In 1767, Sweden was navigating a complex and precarious monetary situation, a direct legacy of the Riksdag of the Estates' decision in 1745 to abandon the silver standard. This move, taken to finance the costly Russo-Swedish War (1741–1743), unleashed an era of rampant paper money issuance. The state's central bank, the
Riksens Ständers Bank (the Bank of the Estates), was compelled to issue vast quantities of
riksdaler riksgälds, a fiat currency not backed by specie. While useful for short-term war financing, this policy led to severe inflation and a catastrophic loss of public confidence in the paper money, which traded at a steep and fluctuating discount compared to silver coinage.

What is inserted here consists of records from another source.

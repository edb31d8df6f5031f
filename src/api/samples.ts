import type {
  CorrectWeighing,
  DueSample,
  OpenSample,
  PutWeighing,
  SampleAnswer,
  SampleListItem,
  WeighingKept,
} from '#shared/schemas/samples.ts'
import type { PublishWeighingFile, WeighingFileAnswer, WeighingFilePreviewed } from '#shared/schemas/weighing-files.ts'
import { api } from './client.ts'

/** A request as a person makes it: fields with a default may be left out. */
type Given<T, Optional extends keyof T> = Omit<T, Optional> & Partial<Pick<T, Optional>>

export const fetchDueSamples = (siteId: string | undefined, signal?: AbortSignal) =>
  api.get<DueSample[]>('/due-samples', { query: { siteId }, ...(signal ? { signal } : {}) })
export const fetchSamples = (batchId: string, signal?: AbortSignal) =>
  api.get<SampleListItem[]>(`/batches/${batchId}/samples`, signal ? { signal } : {})
export const fetchSample = (id: string, signal?: AbortSignal) => api.get<SampleAnswer>(`/samples/${id}`, signal ? { signal } : {})
export const openSample = (batchId: string, request: Given<OpenSample, 'firstSegment' | 'dueAt' | 'entry'>, idempotencyKey: string) =>
  api.post<SampleAnswer>(`/batches/${batchId}/samples`, request, { idempotencyKey })
export const putWeighing = (sampleId: string, ordinal: number, request: Given<PutWeighing, 'isConfirmed' | 'entry' | 'deviceTime'>) =>
  api.put<WeighingKept>(`/samples/${sampleId}/weighings/${ordinal}`, request)
export const correctWeighing = (sampleId: string, ordinal: number, request: CorrectWeighing, idempotencyKey: string) =>
  api.post<SampleAnswer>(`/samples/${sampleId}/weighings/${ordinal}/corrections`, request, { idempotencyKey })
export const completeSample = (sampleId: string, idempotencyKey: string) =>
  api.post<SampleAnswer>(`/samples/${sampleId}/completion`, {}, { idempotencyKey })
export const abandonSample = (sampleId: string, reason: string, idempotencyKey: string) =>
  api.post<SampleAnswer>(`/samples/${sampleId}/abandonment`, { reason }, { idempotencyKey })

export function uploadWeighingFile(file: File, batchId: string, balanceId: string): Promise<WeighingFilePreviewed> {
  const form = new FormData()
  form.set('batchId', batchId)
  form.set('balanceId', balanceId)
  form.set('file', file)
  return api.upload<WeighingFilePreviewed>('/weighing-files', form)
}
export const publishWeighingFile = (id: string, request: PublishWeighingFile, idempotencyKey: string) =>
  api.post<WeighingFileAnswer>(`/weighing-files/${id}/publication`, request, { idempotencyKey })
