import { api } from './client.ts'

/** What the weighing pages need of a balance; its own pages know more. */
export interface BalanceChoice {
  id: string
  code: string
  description: string
  readabilityMg: number
  state: 'in-use' | 'out-of-use'
  calibrationDueOn: string
}

export const fetchBalanceChoices = (siteId: string | undefined, signal?: AbortSignal) =>
  api.get<BalanceChoice[]>('/balances', { query: { siteId }, ...(signal ? { signal } : {}) })
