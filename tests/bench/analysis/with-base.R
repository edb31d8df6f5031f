# The same analysis in base R. Arguments: file of doubles, then name=value pairs; style=apply is how most people write it,
# style=columns is vectorised by hand. Prints JSON.
given <- commandArgs(trailingOnly = TRUE)
pairs <- strsplit(given[-1], "=")
options <- setNames(lapply(pairs, `[`, 2), sapply(pairs, `[`, 1))
factor_of <- function(name) as.numeric(options[[name]])
weights <- readBin(given[1], "double", n = 1e7)
n <- factor_of("n")

run_length <- function(on) {
  place <- seq_along(on)
  place - cummax(ifelse(on, 0L, place))
}

in_last <- function(on, window) {
  total <- c(0, cumsum(on))
  place <- seq_along(on)
  total[place + 1] - total[pmax(0, place - window) + 1]
}

signals <- function(x, center, sigma, lower, upper, with_zones) {
  step <- diff(x)
  turns <- step[-1] * step[-length(step)] < 0
  count <- sum(x > upper | x < lower)
  count <- count + sum(run_length(x > center) >= 9) + sum(run_length(x < center) >= 9)
  count <- count + sum(run_length(step > 0) >= 5) + sum(run_length(step < 0) >= 5)
  count <- count + sum(run_length(turns) >= 12)
  if (!with_zones) return(count)
  for (zone in list(c(2, 2), c(1, 4))) {
    for (beyond in list(x > center + zone[1] * sigma, x < center - zone[1] * sigma)) {
      count <- count + sum(beyond & in_last(beyond, zone[2] + 1) >= zone[2])
    }
  }
  above <- x > center + sigma
  outside <- above | x < center - sigma
  high <- in_last(above, 8)
  count + sum(run_length(!outside) >= 15) + sum(run_length(outside) >= 8 & high > 0 & high < 8)
}

by_apply <- function(columns) {
  list(
    mean = apply(columns, 2, mean),
    sd = apply(columns, 2, sd),
    low = apply(columns, 2, min),
    high = apply(columns, 2, max)
  )
}

by_columns <- function(columns) {
  mean <- colMeans(columns)
  rows <- lapply(seq_len(nrow(columns)), function(row) columns[row, ])
  sd <- sqrt(colSums((columns - rep(mean, each = nrow(columns)))^2) / (nrow(columns) - 1))
  list(mean = mean, sd = sd, low = do.call(pmin, rows), high = do.call(pmax, rows))
}

analyse <- function() {
  figures <- (if (options$style == "apply") by_apply else by_columns)(matrix(weights, nrow = n))
  mean <- figures$mean
  center <- mean(mean)
  count <- 0
  for (panel in list(
    list(points = figures$high - figures$low, per_sigma = factor_of("d2"), width = factor_of("d3")),
    list(points = figures$sd, per_sigma = factor_of("c4"), width = sqrt(1 - factor_of("c4")^2))
  )) {
    sigma <- mean(panel$points) / panel$per_sigma
    se <- sigma / sqrt(n)
    count <- count + signals(mean, center, se, center - 3 * se, center + 3 * se, TRUE)
    middle <- panel$per_sigma * sigma
    width <- panel$width * sigma
    count <- count + signals(panel$points, middle, width, max(0, middle - 3 * width), middle + 3 * width, FALSE)
  }
  nearest <- min(center - factor_of("lower"), factor_of("upper") - center)
  list(mean = center, signals = count, cpk = nearest / (3 * sqrt(mean(figures$sd^2))), ppk = nearest / (3 * sd(weights)))
}

milliseconds <- Inf
for (round in seq_len(factor_of("rounds"))) {
  taken <- system.time(found <- analyse(), gcFirst = FALSE)[["elapsed"]]
  milliseconds <- min(milliseconds, 1000 * taken)
}
cat(sprintf(
  '{"milliseconds": %.3f, "figures": {"mean": %.12f, "signals": %d, "cpk": %.12f, "ppk": %.12f}}',
  milliseconds, found$mean, as.integer(found$signals), found$cpk, found$ppk
))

The year 1767 fell within the turbulent period known as the "Age of Liberty" (1719–1772), where political power was contested between the Hat and Cap parties in the Riksdag. Monetary policy became a central battleground. The ruling Hats, representing mercantile and manufacturing interests, generally favored a soft currency to stimulate the economy and fund state projects. Their opponents, the Caps, who drew support from peasants and clergy, advocated for a return to sound money and a silver standard to curb inflation and protect savers. In 1767, the Caps were in the ascendant, having gained power in the 1765 Riksdag, and were actively grappling with the deep monetary crisis they had inherited.
Consequently, the primary economic challenge in 1767 was the staggering disparity between the depreciated paper currency and silver. The
riksdaler riksgälds had lost so much value that everyday transactions were fraught with confusion and distrust, hampering trade and economic stability. The Cap government, led by Chancellor Axel von Fersen, was under intense pressure to stabilize the currency. Their efforts, which would culminate in the failed redemption attempt of 1768, aimed to restore the value of the paper money and ultimately return to a metallic standard, a contentious and immensely difficult task that defined Sweden's financial landscape at the time.